— What is being asked —
Beginning with the line where "again = pk.analyse(pk.load_case(folder" appears, retype every remaining line of the data below, both the first and last included.

— Given data —
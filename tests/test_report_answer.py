"""The report of a whole answer: everything there, nothing fetched, nothing from a user's file is markup."""

from __future__ import annotations

import html.parser
import json
import re
import zipfile
from io import BytesIO

import numpy as np
import pandas as pd
import pytest

import pulsekit as pk
from pulsekit.case import Workspace

HOSTILE = "<script>alert('x')</script> $\\frac{1}{2}$ =cmd|'/C calc'!A0"


@pytest.fixture(scope="module")
def answer(tmp_path_factory):
    folder = tmp_path_factory.mktemp("hostile")
    time = np.arange(0, 6.0, 0.02)
    flow = 300 + 200 * np.cos(2 * np.pi * time) + 30 * np.cos(4 * np.pi * time + 1) + 2 * np.cos(17 * time)
    rows = "".join(f"{t:.2f},{q:.2f}\n" for t, q in zip(time, flow, strict=True))
    (folder / "run.csv").write_text("time (s),<script>flow</script> (mL/min)\n" + rows)
    case = pk.WallShearCase(
        {
            "title": HOSTILE, "recording": {"file": "run.csv", "quantity": "flow_rate", "scale_uncertainty": "2 %"}, "cycles": {"period": "1 s"},
            "tube": {"radius": "3.1 mm ± 5 %"}, "fluid": {"density": "1060 kg/m^3", "viscosity": "3.5 mPa*s ± 4 %"}, "uncertainty": {"samples": 500},
        },
        folder,
    )  # fmt: skip
    return pk.analyse(case, workspace=Workspace())


@pytest.fixture(scope="module")
def folder(answer, tmp_path_factory):
    return answer.write(tmp_path_factory.mktemp("out") / "answer")


class _Page(html.parser.HTMLParser):
    def __init__(self):
        super().__init__()
        self.tags, self.addresses = [], []

    def handle_starttag(self, tag, attrs):
        self.tags.append(tag)
        self.addresses += [value for name, value in attrs if name in ("src", "href", "xlink:href", "action", "data") and value]


def test_the_page_fetches_nothing_and_runs_nothing(folder):
    text = (folder / "report.html").read_text()
    page = _Page()
    page.feed(text)
    assert "script" not in page.tags
    assert all(address.startswith("#") for address in page.addresses)
    assert not re.search(r"url\((?!#|\"?#|'?#)", text)
    assert not re.search(r"\bon\w+=", re.sub(r">[^<]*<", "><", text))
    assert "&lt;script&gt;alert" in text


def test_everything_is_on_the_page(answer, folder):
    text = (folder / "report.html").read_text()
    for section in ("answer", "checks", "asked-for", "givens", "data", "pictures", "cycles", "if-asked", "method", "shares", "cautions", "provenance"):
        assert f'id="{section}"' in text
    for finding in answer.findings:
        assert finding.label.split(",")[0].replace("'", "&#39;") in text
    assert answer.provenance["sha256"] in text
    assert "not for diagnosis" in text
    assert "at least" in text  # density carries no uncertainty
    assert text.count("<svg") == 7


def test_all_files_are_there(folder):
    names = {path.relative_to(folder).as_posix() for path in folder.rglob("*") if path.is_file()}
    assert {"report.html", "answer.json", "series.csv", "case.toml", "findings.csv", "harmonics.csv", "profile.csv", "cycles.csv", "rerun.ipynb", "run.csv",
            "supplement.zip"} <= names  # fmt: skip
    assert {"figures/wall_shear_stress.svg", "figures/wall_shear_stress.pdf"} <= names
    packed = zipfile.ZipFile(BytesIO((folder / "supplement.zip").read_bytes())).namelist()
    assert "report.html" in packed


def test_the_series_reads_back(answer, folder):
    recording = pk.read_recording(folder / "series.csv")
    assert {"flow_rate", "pressure_gradient", "wall_shear_stress", "centreline_velocity"} <= set(recording.columns)
    signal = recording["wall_shear_stress"]
    expected = answer.flow.wall_shear_stress.evaluate(signal.time)
    np.testing.assert_allclose(signal.values, expected, rtol=1e-9, atol=1e-12)
    low = pd.read_csv(folder / "series.csv")["wall_shear_stress_low (Pa)"]
    assert (low <= pd.read_csv(folder / "series.csv")["wall_shear_stress_high (Pa)"]).all()


def test_numbers_are_the_same_in_every_output(answer, folder):
    content = json.loads((folder / "answer.json").read_text())
    table = pd.read_csv(folder / "findings.csv").set_index("name")
    for row in content["findings"]:
        finding = answer.findings[row["name"]]
        assert row["value"] == finding.value
        if finding.shown_value is not None:
            assert table.loc[row["name"], "value"] == pytest.approx(row["shown_value"], rel=1e-12)
        assert table.loc[row["name"], "reliance"] == row["reliance"]


def test_no_cell_is_a_formula(folder):
    for path in folder.glob("*.csv"):
        if path.name == "run.csv":
            continue
        for line in path.read_text().splitlines():
            for cell in line.split(","):
                assert not cell.strip('"').startswith(("=", "@", "+")), (path.name, cell)


def test_the_saved_case_gives_the_same_numbers(answer, folder):
    again = pk.analyse(pk.load_case(folder / "case.toml"))
    assert [(f.value, f.low, f.high) for f in again.findings] == [(f.value, f.low, f.high) for f in answer.findings]


def test_a_notebook_shows_it_without_a_widget(answer):
    text = answer._repr_html_()
    page = _Page()
    page.feed(text)
    assert "script" not in page.tags
    assert "svg" in page.tags
    assert all(address.startswith("#") for address in page.addresses)


def test_if_you_are_asked(folder):
    text = (folder / "report.html").read_text()
    asked = text[text.index('id="if-asked"') : text.index('id="method"')]
    for word in ("as answered", "quasi-steady", "without cycle 1", "radius +5 %", "viscosity −5 %", "harmonics instead of", "aligned by"):
        assert word in asked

— The completed task —
    again = pk.analyse(pk.load_case(folder / "case.toml"))
    assert [(f.value, f.low, f.high) for f in again.findings] == [(f.value, f.low, f.high) for f in answer.findings]


def test_a_notebook_shows_it_without_a_widget(answer):
    text = answer._repr_html_()
    page = _Page()
    page.feed(text)
    assert "script" not in page.tags
    assert "svg" in page.tags
    assert all(address.startswith("#") for address in page.addresses)


def test_if_you_are_asked(folder):
    text = (folder / "report.html").read_text()
    asked = text[text.index('id="if-asked"') : text.index('id="method"')]
    for word in ("as answered", "quasi-steady", "without cycle 1", "radius +5 %", "viscosity −5 %", "harmonics instead of", "aligned by"):
        assert word in asked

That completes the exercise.